Staleness protection: mark_triaged re-fetches the issue from Linear before applying changes. If someone else already prioritized it, Claude skips it. If the content changed since the queue was fetched, Claude shows what changed and re-evaluates. Embeddings are automatically updated when content changes.
Best results: Run triage from within your project directory so Claude can explore the actual codebase. If you use Cuttlefish, its MCP tools (get_symbols, find_references) give Claude even richer code context.

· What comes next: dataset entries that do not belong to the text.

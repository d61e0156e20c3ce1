//! Unit tests of the page's router (no network: `route` is called directly).

use super::*;

fn get(path: &str) -> WebRequest {
    WebRequest {
        method: "GET".into(),
        path: path.into(),
        host: Some("127.0.0.1:8726".into()),
        ..WebRequest::default()
    }
}

fn post(path: &str, query: &str, body: &[u8]) -> WebRequest {
    WebRequest {
        method: "POST".into(),
        path: path.into(),
        query: query.into(),
        host: Some("localhost:8726".into()),
        body: body.to_vec(),
    }
}

fn json(r: &WebResponse) -> serde_json::Value {
    serde_json::from_slice(&r.body).expect("a JSON answer")
}

const TABLE: &[u8] = b"id,phase,glabella,mastoid,ventral_arc,lesion\n\
A,early,1,2,1,0\nB,early,5,4,5,1\nC,late,2,,2,0\nD,late,4,5,,1\nE,late,,,,0\n";

#[test]
fn the_page_and_its_files_are_served_and_other_hosts_refused() {
    let s = State::new();
    let r = route(&s, &get("/"));
    assert_eq!(r.status, 200);
    assert!(String::from_utf8_lossy(&r.body).contains("<script src=\"page.js\">"));
    assert_eq!(route(&s, &get("/page.js")).status, 200);
    assert_eq!(route(&s, &get("/page.css")).status, 200);
    assert_eq!(route(&s, &get("/nothing")).status, 404);
    let mut away = get("/");
    away.host = Some("example.org".into());
    assert_eq!(route(&s, &away).status, 403);
    away.host = None;
    assert_eq!(route(&s, &away).status, 403);
    assert!(host_is_local(Some("[::1]:80")));
    assert!(!host_is_local(Some("127.0.0.1.example.org:80")));
}

#[test]
fn a_table_is_checked_analysed_and_downloaded() {
    let s = State::new();
    let up = route(&s, &post("/api/tables", "name=dig%20one.csv", TABLE));
    assert_eq!(up.status, 200, "{}", String::from_utf8_lossy(&up.body));
    let up = json(&up);
    assert_eq!(up["name"], "dig one.csv");
    assert_eq!(up["summary"]["individuals"], 5);
    assert!(up["columns"]
        .as_array()
        .unwrap()
        .iter()
        .any(|c| c == "lesion"));
    let table = up["table"].as_str().unwrap();
    let options = br#"{"group_by": "phase", "by_sex": ["lesion"], "priors": "flat,fixed:0.3"}"#;
    let r = route(
        &s,
        &post(&format!("/api/tables/{table}/analyse"), "", options),
    );
    assert_eq!(r.status, 200, "{}", String::from_utf8_lossy(&r.body));
    let r = json(&r);
    assert_eq!(r["individuals"].as_array().unwrap().len(), 5);
    assert_eq!(r["cautions"].as_array().unwrap().len(), 4);
    assert_eq!(r["groups"].as_array().unwrap().len(), 2);
    let a = &r["individuals"][0];
    assert_eq!(a["id"], "A");
    assert_eq!(a["under_priors"].as_array().unwrap().len(), 2);
    // The regions' log10 LRs add up to the total (blocks are independent given sex).
    let total: f64 = a["regions"]
        .as_array()
        .unwrap()
        .iter()
        .filter_map(|g| g["log10_lr"].as_f64())
        .sum();
    assert!((total - a["log10_lr"].as_f64().unwrap()).abs() < 1e-9);
    assert!(r["command"]
        .as_str()
        .unwrap()
        .starts_with("tessera analyse 'dig one.csv' --out results --priors flat,fixed:0.3 --group-by phase --by-sex lesion"));
    let run = r["run"].as_str().unwrap();
    let z = route(&s, &get(&format!("/api/runs/{run}/outputs.zip")));
    assert_eq!(z.status, 200);
    assert_eq!(&z.body[..2], b"PK");
    assert_eq!(z.download.as_deref(), Some("dig_one-results.zip"));
    // The same run gives the same zip.
    let again = route(&s, &get(&format!("/api/runs/{run}/outputs.zip")));
    assert_eq!(z.body, again.body);
}

#[test]
fn bad_tables_and_options_are_answered_with_every_problem() {
    let s = State::new();
    let bad = b"id,glabella,mastoid\nA,7,2\nA,1,x\n";
    let r = route(&s, &post("/api/tables", "name=bad.csv", bad));
    assert_eq!(r.status, 200);
    assert_eq!(json(&r)["readable"], false);
    let problems = json(&r)["problems"]["problems"].as_array().unwrap().len();
    assert!(problems >= 3, "{problems} problems");
    assert_eq!(route(&s, &post("/api/tables", "", TABLE)).status, 400);
    assert_eq!(
        route(&s, &post("/api/tables", "name=e.csv", b"")).status,
        400
    );
    let up = json(&route(&s, &post("/api/tables", "name=t.csv", TABLE)));
    let table = up["table"].as_str().unwrap();
    let path = format!("/api/tables/{table}/analyse");
    // A prior file, a model or an unknown option: refused before anything runs.
    for body in [
        &br#"{"prior": "/etc/passwd"}"#[..],
        br#"{"priors": "flat,../secret.yaml"}"#,
        br#"{"model": "x.yaml"}"#,
        b"{not json",
    ] {
        let r = route(&s, &post(&path, "", body));
        assert!(
            r.status == 400 || r.status == 422,
            "{}: {}",
            String::from_utf8_lossy(body),
            r.status
        );
    }
    let r = route(
        &s,
        &post(&path, "", br#"{"thresholds": "0.9,0.1,0.5,0.2"}"#),
    );
    assert_eq!(r.status, 422);
    assert_eq!(
        route(&s, &post("/api/tables/t999/analyse", "", b"")).status,
        404
    );
    assert_eq!(route(&s, &get("/api/runs/r999/outputs.zip")).status, 404);
}

#[test]
fn tables_beyond_the_cap_are_dropped_oldest_first() {
    let s = State::new();
    let ids: Vec<String> = (0..KEPT_TABLES + 2)
        .map(|_| {
            json(&route(&s, &post("/api/tables", "name=t.csv", TABLE)))["table"]
                .as_str()
                .unwrap()
                .to_string()
        })
        .collect();
    let first = format!("/api/tables/{}/analyse", ids[0]);
    assert_eq!(route(&s, &post(&first, "", b"")).status, 404);
    let last = format!("/api/tables/{}/analyse", ids[ids.len() - 1]);
    assert_eq!(route(&s, &post(&last, "", b"")).status, 200);
}

#[test]
fn query_values_are_decoded() {
    assert_eq!(
        api::query_value("a=1&name=caf%C3%A9+1.csv", "name").as_deref(),
        Some("café 1.csv")
    );
    assert_eq!(api::query_value("name=%", "name").as_deref(), Some("%"));
    assert_eq!(
        api::query_value("name=%e9%", "name").as_deref(),
        Some("\u{fffd}%")
    );
    assert_eq!(api::query_value("x=1", "name"), None);
}

#[test]
fn a_lab_s_own_column_names_are_mapped_saved_and_used() {
    let s = State::new();
    let sheet = b"Individual,Phase,Glab,Mastoid L,vent arc\nA,early,1,2,1\nB,early,5,4,unobs\nC,late,2,,2\n";
    let up = json(&route(&s, &post("/api/tables", "name=lab.csv", sheet)));
    // No `id` column: not readable as it is, and every unrecognised column has suggestions.
    assert_eq!(up["readable"], false);
    let unrecognised = up["unrecognised"].as_array().unwrap();
    let of = |c: &str| {
        unrecognised
            .iter()
            .find(|u| u["column"] == c)
            .unwrap_or_else(|| panic!("{c} not listed"))["suggestions"][0]
            .clone()
    };
    assert_eq!(of("Glab"), "glabella");
    assert_eq!(of("Mastoid L"), "mastoid_l");
    let table = up["table"].as_str().unwrap();
    let mapping = br#"{"columns": {"Individual": "id", "Glab": "glabella", "Mastoid L": "mastoid_l", "vent arc": "ventral_arc"}, "not_recorded": ["unobs"]}"#;
    let checked = json(&route(
        &s,
        &post(&format!("/api/tables/{table}/check"), "", mapping),
    ));
    assert_eq!(checked["readable"], true, "{checked}");
    assert_eq!(checked["summary"]["individuals"], 3);
    // The mapping saved as a profile, which the command line reads with --columns.
    let yaml = route(&s, &post("/api/profile", "", mapping));
    assert_eq!(yaml.status, 200);
    let text = String::from_utf8(yaml.body).unwrap();
    let cat = crate::catalogue::Catalogue::standard().unwrap();
    let p = crate::data::ColumnProfile::from_yaml(&text, &cat).unwrap();
    assert_eq!(p.columns["Glab"], "glabella");
    assert_eq!(p.not_recorded, ["unobs"]);
    let bad = br#"{"columns": {"Glab": "glabela"}}"#;
    assert_eq!(route(&s, &post("/api/profile", "", bad)).status, 422);
    // The analysis reads the sheet as mapped, and says how to do the same from a terminal.
    let mut options: serde_json::Value = serde_json::from_slice(mapping).unwrap();
    options["group_by"] = "Phase".into();
    options["priors"] = "flat".into();
    let r = route(
        &s,
        &post(
            &format!("/api/tables/{table}/analyse"),
            "",
            options.to_string().as_bytes(),
        ),
    );
    assert_eq!(r.status, 200, "{}", String::from_utf8_lossy(&r.body));
    let r = json(&r);
    assert_eq!(r["individuals"][0]["id"], "A");
    assert!(r["command"]
        .as_str()
        .unwrap()
        .contains("--group-by Phase --columns lab-columns.yaml"));
}

#[test]
fn an_analysis_in_the_background_is_polled_until_it_answers() {
    let s = State::new();
    let up = json(&route(&s, &post("/api/tables", "name=t.csv", TABLE)));
    let table = up["table"].as_str().unwrap();
    let started = route(
        &s,
        &post(
            &format!("/api/tables/{table}/start"),
            "",
            br#"{"priors": "flat"}"#,
        ),
    );
    assert_eq!(started.status, 202);
    let job = json(&started)["job"].as_str().unwrap().to_string();
    let start = std::time::Instant::now();
    let answer = loop {
        let r = route(&s, &get(&format!("/api/jobs/{job}")));
        if r.status != 202 {
            break r;
        }
        let p = json(&r);
        assert!(p["stage"].is_string() && p["done"].is_u64() && p["steps"].is_u64());
        assert!(start.elapsed().as_secs() < 60, "no answer");
        std::thread::sleep(std::time::Duration::from_millis(20));
    };
    assert_eq!(answer.status, 200);
    // The same answer as the direct request (the run ids aside).
    let direct = json(&route(
        &s,
        &post(
            &format!("/api/tables/{table}/analyse"),
            "",
            br#"{"priors": "flat"}"#,
        ),
    ));
    let mut polled = json(&answer);
    polled["run"] = direct["run"].clone();
    assert_eq!(polled, direct);
    assert_eq!(route(&s, &get("/api/jobs/j999")).status, 404);
}

#[test]
fn two_tabs_running_at_once_each_get_their_own_results() {
    let s = State::new();
    let up = json(&route(&s, &post("/api/tables", "name=t.csv", TABLE)));
    let table = up["table"].as_str().unwrap().to_string();
    let (a, b) = std::thread::scope(|scope| {
        let run = |prior: &'static str| {
            let (s, table) = (&s, &table);
            scope.spawn(move || {
                let body = format!(r#"{{"prior": "{prior}", "priors": "{prior}"}}"#);
                json(&route(
                    s,
                    &post(&format!("/api/tables/{table}/analyse"), "", body.as_bytes()),
                ))
            })
        };
        let (x, y) = (run("mostly-female"), run("mostly-male"));
        (x.join().unwrap(), y.join().unwrap())
    });
    assert_eq!(a["prior"], "mostly-female");
    assert_eq!(b["prior"], "mostly-male");
    assert_ne!(a["run"], b["run"]);
    assert!(a["proportion_female"]["mean"].as_f64() > b["proportion_female"]["mean"].as_f64());
}

#[test]
fn one_case_typed_in_gives_the_case_report_s_numbers() {
    let s = State::new();
    assert_eq!(route(&s, &get("/api/catalogue")).status, 200);
    let form = br#"{"values": {"glabella": "1", "mastoid_l": "2", "femur_head_diameter": "41.5"},
        "age": "30-40", "priors": ["flat", "fixed:0.3"], "case_number": "K-7"}"#;
    let r = route(&s, &post("/api/case", "", form));
    assert_eq!(r.status, 200, "{}", String::from_utf8_lossy(&r.body));
    let r = json(&r);
    // The same individual through the library's reader and case report.
    let model = crate::model::Model::default_model().unwrap();
    let a = crate::data::read_assemblage_text(
        "x",
        b"id,age,glabella,mastoid_l,femur_head_diameter\ncase,30-40,1,2,41.5\n",
        &model.catalogue,
        &Default::default(),
    )
    .unwrap();
    let e = model.evaluate(&a.individuals[0], &crate::model::Context::new(1));
    let shown = r["report"]["log10_lr"].as_f64().unwrap();
    assert!((shown - e.ln_lr / std::f64::consts::LN_10).abs() < 1e-12);
    assert_eq!(r["report"]["under_priors"].as_array().unwrap().len(), 2);
    assert_eq!(r["report"]["details"]["case_number"], "K-7");
    assert!(r["markdown"].as_str().unwrap().contains("K-7"));
    assert!(r["html"].as_str().unwrap().contains("<html"));
    assert_eq!(r["cautions"].as_array().unwrap().len(), 4);
    // A value out of scale, a column the model does not know, a prior file: refused.
    let bad = route(
        &s,
        &post(
            "/api/case",
            "",
            br#"{"values": {"glabella": "7", "mastoid_l": "x"}}"#,
        ),
    );
    assert_eq!(bad.status, 422);
    assert_eq!(
        json(&bad)["problems"]["problems"].as_array().unwrap().len(),
        2
    );
    let unknown = route(&s, &post("/api/case", "", br#"{"values": {"skull": "2"}}"#));
    assert_eq!(unknown.status, 422);
    let prior = route(
        &s,
        &post(
            "/api/case",
            "",
            br#"{"values": {"glabella": "2"}, "priors": ["/etc/passwd"]}"#,
        ),
    );
    assert_eq!(prior.status, 422);
}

You can also add project-specific guidance in your CLAUDE.md:
When triaging Linear issues, present and resolve one issue at a time
before moving to the next. Explore the codebase to understand each
issue's context before asking questions.
Data storage
| Path | Contents |
|---|---|
~/.config/rectilinear/config.toml |
API keys, defaults, preferences |
~/.local/share/rectilinear/rectilinear.db |
SQLite database (issues, FTS index, embeddings) |
~/.local/share/rectilinear/models/ |
Local GGUF models (auto-downloaded) |
Search modes
FTS — BM25 keyword search via SQLite FTS5 with Porter stemming. Fast, no embeddings needed.
Vector — Embeds the query via Gemini API, computes cosine similarity against stored issue chunks, returns max similarity per issue.
Hybrid (default) — Runs both FTS and vector search, combines results with Reciprocal Rank Fusion (score = Σ 1/(k + rank)). For duplicate detection, vector results are weighted 0.7 vs FTS 0.3.